··· Records for this task

impl FlybackSpec {
    /// A universal-input (90–264 V AC, 50 Hz) spec at 65 kHz with a 650 V switch, one output,
    /// reflected voltage 100 V, CCM with ripple ratio 0.8 … every default as documented on the
    /// fields' script keys (`help flyback_design`); the bulk valley target and the clamp
    /// voltage are derived from the specification when the design is made.
    pub fn universal(output: OutputWinding) -> Self {
        Self {
            input: InputRange::Ac {
                min_rms: si(90.0),
                max_rms: si(264.0),
                line_frequency: si(50.0),
            },
            bulk: BulkChoice::DerivedValley,
            bridge_diode_drop: si(1.0),
            bulk_ripple_current_rating: None,
            outputs: vec![output],
            regulated_output: 0,
            bias: None,
            switching_frequency: si(65e3),
            current_limit: None,
            current_limit_tolerance: 0.1,
            current_sense_delay: si(100e-9),
            max_duty_cycle: 0.7,
            minimum_on_time: si(150e-9),
            fault_time: si(50e-3),
            restart_off_time: si(450e-3),
            short_circuit_frequency: None,
            mode: Some(ModeTarget::Continuous { ripple_ratio: 0.8 }),
            primary_inductance: None,
            reflected_voltage: si(100.0),
            switch_voltage_rating: si(650.0),
            clamp: ClampKind::Rcd,
            clamp_voltage_above_reflected: None,
            clamp_diode_forward_recovery: si(5.0),
            drain_ringing_allowance: si(10.0),
            zener_tolerance: 0.05,
            zener_rise_hot: 0.075,
            leakage: Leakage::Fraction(0.02),
            efficiency: EfficiencyModel::Computed { start: 0.85 },
            losses: LossParameters::default(),
            ambient_temperature: si(273.15 + 50.0),
            // a through-hole power package in free air: about 2.5 K/W junction to case and
            // 60 K/W case to ambient (common practice, no published source); 125 °C house limit
            switch_thermal: ThermalPath {
                junction_to_case: si(2.5),
                case_to_ambient: si(60.0),
                max_junction_temperature: si(273.15 + HOUSE_MAX_JUNCTION_CELSIUS),
            },
            rectifier_thermal: ThermalPath {
                junction_to_case: si(3.0),
                case_to_ambient: si(60.0),
                max_junction_temperature: si(273.15 + HOUSE_MAX_JUNCTION_CELSIUS),
            },
            light_load_fraction: 0.1,
            light_load_control: LightLoadControl::FixedFrequency,
            hold_up_end_voltage: None,
            hold_up_time: None,
            rule_limits: Vec::new(),
        }
    }

    /// Total output power at full load, Σ V_o·I_o over the outputs plus V_bias·I_bias
    /// (definition; the bias rectifier's drop is not included).
    pub fn output_power(&self) -> Power {
        let mut p: f64 = self.outputs.iter().map(|o| o.power().value).sum();
        if let Some(b) = &self.bias {
            p += (b.voltage * b.current).value;
        }
        si(p)
    }

    /// Checks every field: finite, positive where needed, ranges consistent (min line at most
    /// max line, the current-sense delay shorter than the longest on-time D_max/f, the
    /// transition time shorter than half the period). Each error names the field and its unit.
    pub fn validate(&self) -> Result<()> {
        match self.input {
            InputRange::Ac {
                min_rms,
                max_rms,
                line_frequency,
            } => {
                positive("min_line_voltage", min_rms)?;
                positive("max_line_voltage", max_rms)?;
                positive("line_frequency", line_frequency)?;
                if min_rms > max_rms {
                    return Err(Error::invalid(format!(
                        "`min_line_voltage` ({}) is above `max_line_voltage` ({})",
                        Quantity::from_typed(min_rms),
                        Quantity::from_typed(max_rms)
                    )));
                }
            }
            InputRange::Dc { min, max } => {
                positive("min_line_voltage", min)?;
                positive("max_line_voltage", max)?;
                if min > max {
                    return Err(Error::invalid(format!(
                        "`min_line_voltage` ({}) of the DC bus is above `max_line_voltage` ({})",
                        Quantity::from_typed(min),
                        Quantity::from_typed(max)
                    )));
                }
            }
        }
        match self.bulk {
            BulkChoice::Capacitance(c) => {
                positive("bulk_capacitance", c)?;
            }
            BulkChoice::TargetValley(v) => {
                positive("target_valley_voltage", v)?;
                if let InputRange::Ac { min_rms, .. } = self.input {
                    let peak = std::f64::consts::SQRT_2 * min_rms.value
                        - 2.0 * self.bridge_diode_drop.value;
                    if v.value >= peak {
                        return Err(Error::invalid(format!(
                            "`target_valley_voltage` ({}) must be below the lowest rectified line \
                             peak, √2·`min_line_voltage` − 2·`bridge_diode_drop` = {}",
                            Quantity::from_typed(v),
                            Quantity::new(peak, crate::units::Dimension::VOLTAGE)
                        )));
                    }
                }
            }
            BulkChoice::DerivedValley => {}
        }
        non_negative("bridge_diode_drop", self.bridge_diode_drop)?;
        if let Some(r) = self.bulk_ripple_current_rating {
            positive("bulk_ripple_current_rating", r)?;
        }
        if self.outputs.is_empty() {
            return Err(Error::invalid("`outputs` must list at least one output"));
        }
        if self.regulated_output >= self.outputs.len() {
            return Err(Error::invalid(format!(
                "`regulated_output` {} is not an output index (0 … {})",
                self.regulated_output,
                self.outputs.len() - 1
            )));
        }
        for (i, o) in self.outputs.iter().enumerate() {
            let n = |k: &str| format!("outputs[{i}].{k}");
            positive(&n("voltage"), o.voltage)?;
            positive(&n("current"), o.current)?;
            non_negative(&n("rectifier_drop"), o.rectifier_drop)?;
            if let Some(r) = o.rectifier_voltage_rating {
                positive(&n("rectifier_voltage_rating"), r)?;
            }
            positive(&n("capacitance"), o.capacitance)?;
            non_negative(&n("esr"), o.esr)?;
            if let Some(r) = o.ripple_current_rating {
                positive(&n("ripple_current_rating"), r)?;
            }
            match (o.post_filter_inductance, o.post_filter_capacitance) {
                (Some(l), Some(c)) => {
                    positive(&n("post_filter_inductance"), l)?;
                    positive(&n("post_filter_capacitance"), c)?;
                }
                (None, None) => {}
                _ => {
                    return Err(Error::invalid(format!(
                        "`{}` and `{}` must be given together",
                        n("post_filter_inductance"),
                        n("post_filter_capacitance")
                    )))
                }
            }
        }
        if let Some(b) = &self.bias {
            positive("bias_voltage", b.voltage)?;
            non_negative("bias_current", b.current)?;
            non_negative("bias_rectifier_drop", b.rectifier_drop)?;
        }
        positive("switching_frequency", self.switching_frequency)?;
        if let Some(i) = self.current_limit {
            positive("current_limit", i)?;
        }
        number_within(
            "current_limit_tolerance",
            self.current_limit_tolerance,
            0.0,
            0.5,
        )?;
        non_negative("current_sense_delay", self.current_sense_delay)?;
        number_within("max_duty_cycle", self.max_duty_cycle, 0.05, 0.95)?;
        // the switch must be able to turn off within its longest on-time, and two transitions
        // must fit in one period; longer values make the overshoot and overlap formulas
        // meaningless (they would describe a converter that cannot switch at this frequency)
        let longest_on = self.max_duty_cycle / self.switching_frequency.value;
        if self.current_sense_delay.value >= longest_on {
            return Err(Error::invalid(format!(
                "`current_sense_delay` ({}) must be shorter than the longest on-time, \
                 `max_duty_cycle`/`switching_frequency` = {}",
                Quantity::from_typed(self.current_sense_delay),
                Quantity::new(longest_on, crate::units::Dimension::TIME)
            )));
        }
        non_negative("minimum_on_time", self.minimum_on_time)?;
        if self.minimum_on_time.value >= longest_on {
            return Err(Error::invalid(format!(
                "`minimum_on_time` ({}) must be shorter than the longest on-time, \
                 `max_duty_cycle`/`switching_frequency` = {}",
                Quantity::from_typed(self.minimum_on_time),
                Quantity::new(longest_on, crate::units::Dimension::TIME)
            )));
        }
        positive("fault_time", self.fault_time)?;
        non_negative("restart_off_time", self.restart_off_time)?;
        let f_short = match self.short_circuit_frequency {
            Some(fs) => {
                positive("short_circuit_frequency", fs)?;
                if fs > self.switching_frequency {
                    return Err(Error::invalid(format!(
                        "`short_circuit_frequency` ({}) must be at most `switching_frequency` ({}): \
                         a controller folds its frequency back, not up",
                        Quantity::from_typed(fs),
                        Quantity::from_typed(self.switching_frequency)
                    )));
                }
                fs.value
            }
            None => self.switching_frequency.value,
        };
        if self.fault_time.value * f_short > 1e7 {
            return Err(Error::out_of_range(format!(
                "`fault_time` ({}) spans more than 10 million switching cycles",
                Quantity::from_typed(self.fault_time)
            )));
        }
        let half_period = 0.5 / self.switching_frequency.value;
        if self.losses.transition_time.value >= half_period {
            return Err(Error::invalid(format!(
                "`transition_time` ({}) must be shorter than half the switching period ({})",
                Quantity::from_typed(self.losses.transition_time),
                Quantity::new(half_period, crate::units::Dimension::TIME)
            )));
        }
        match self.mode {
            Some(ModeTarget::Discontinuous { margin }) => {
                number_within("dcm_margin", margin, 0.0, 0.9)?;
            }
            Some(ModeTarget::Continuous { ripple_ratio }) => {
                number_within("ripple_ratio", ripple_ratio, 0.05, 1.99)?;
            }
            _ => {}
        }
        if let Some(l) = self.primary_inductance {
            positive("primary_inductance", l)?;
        } else if self.mode.is_none() {
            return Err(Error::missing(
                "give either a `mode` target or a `primary_inductance` (H)",
            ));
        }
        positive("reflected_voltage", self.reflected_voltage)?;
        positive("switch_voltage_rating", self.switch_voltage_rating)?;
        if let Some(v) = self.clamp_voltage_above_reflected {
            positive("clamp_voltage_above_reflected", v)?;
        }
        non_negative(
            "clamp_diode_forward_recovery",
            self.clamp_diode_forward_recovery,
        )?;
        non_negative("drain_ringing_allowance", self.drain_ringing_allowance)?;
        number_within("zener_tolerance", self.zener_tolerance, 0.0, 0.3)?;
        number_within("zener_rise_hot", self.zener_rise_hot, -0.3, 0.3)?;
        match self.leakage {
            Leakage::Fraction(x) => {
                number_within("leakage_fraction", x, 0.0, 0.2)?;
            }
            Leakage::Value(l) => {
                non_negative("leakage_inductance", l)?;
            }
        }
        match self.efficiency {
            EfficiencyModel::Estimate(x) | EfficiencyModel::Computed { start: x } => {
                number_within("efficiency", x, 0.3, 1.0)?;
            }
        }
        let l = &self.losses;
        non_negative("switch_on_resistance", l.switch_on_resistance)?;
        number_within(
            "on_resistance_hot_factor",
            l.on_resistance_hot_factor,
            1.0,
            4.0,
        )?;
        non_negative("switch_output_capacitance", l.switch_output_capacitance)?;
        non_negative("transition_time", l.transition_time)?;
        non_negative("controller_power", l.controller_power)?;
        non_negative("bulk_esr", l.bulk_esr)?;
        number_within(
            "transformer_loss_fraction",
            l.transformer_loss_fraction,
            0.0,
            0.3,
        )?;
        number_within("light_load_fraction", self.light_load_fraction, 0.01, 0.99)?;
        match self.light_load_control {
            LightLoadControl::FixedFrequency => {}
            LightLoadControl::Burst {
                minimum_peak_fraction,
            } => {
                number_within("minimum_peak_fraction", minimum_peak_fraction, 0.05, 0.9)?;
            }
            LightLoadControl::FrequencyFoldback {
                minimum_peak_fraction,
                minimum_frequency,
            } => {
                number_within("minimum_peak_fraction", minimum_peak_fraction, 0.05, 0.9)?;
                positive("minimum_frequency", minimum_frequency)?;
                if minimum_frequency > self.switching_frequency {
                    return Err(Error::invalid(format!(
                        "`minimum_frequency` ({}) must be at most `switching_frequency` ({})",
                        Quantity::from_typed(minimum_frequency),
                        Quantity::from_typed(self.switching_frequency)
                    )));
                }
            }
        }
        for (name, p) in [
            ("switch", &self.switch_thermal),
            ("rectifier", &self.rectifier_thermal),
        ] {
            non_negative(&format!("{name}_junction_to_case"), p.junction_to_case)?;
            non_negative(&format!("{name}_case_to_ambient"), p.case_to_ambient)?;
            positive(
                &format!("{name}_max_junction_temperature"),
                p.max_junction_temperature,
            )?;
            if p.max_junction_temperature <= self.ambient_temperature {
                return Err(Error::invalid(format!(
                    "`{name}_max_junction_temperature` ({}) must be above `ambient_temperature` ({})",
                    Quantity::from_typed(p.max_junction_temperature),
                    Quantity::from_typed(self.ambient_temperature)
                )));
            }
        }
        positive("ambient_temperature", self.ambient_temperature)?;
        if let Some(v) = self.hold_up_end_voltage {
            positive("hold_up_end_voltage", v)?;
        }
        if let Some(t) = self.hold_up_time {
            positive("hold_up_time", t)?;
        }
        Ok(())
    }
}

······

Task prompt » Please report the number of lines in the data that include "universal", with no other words.

Response below » 2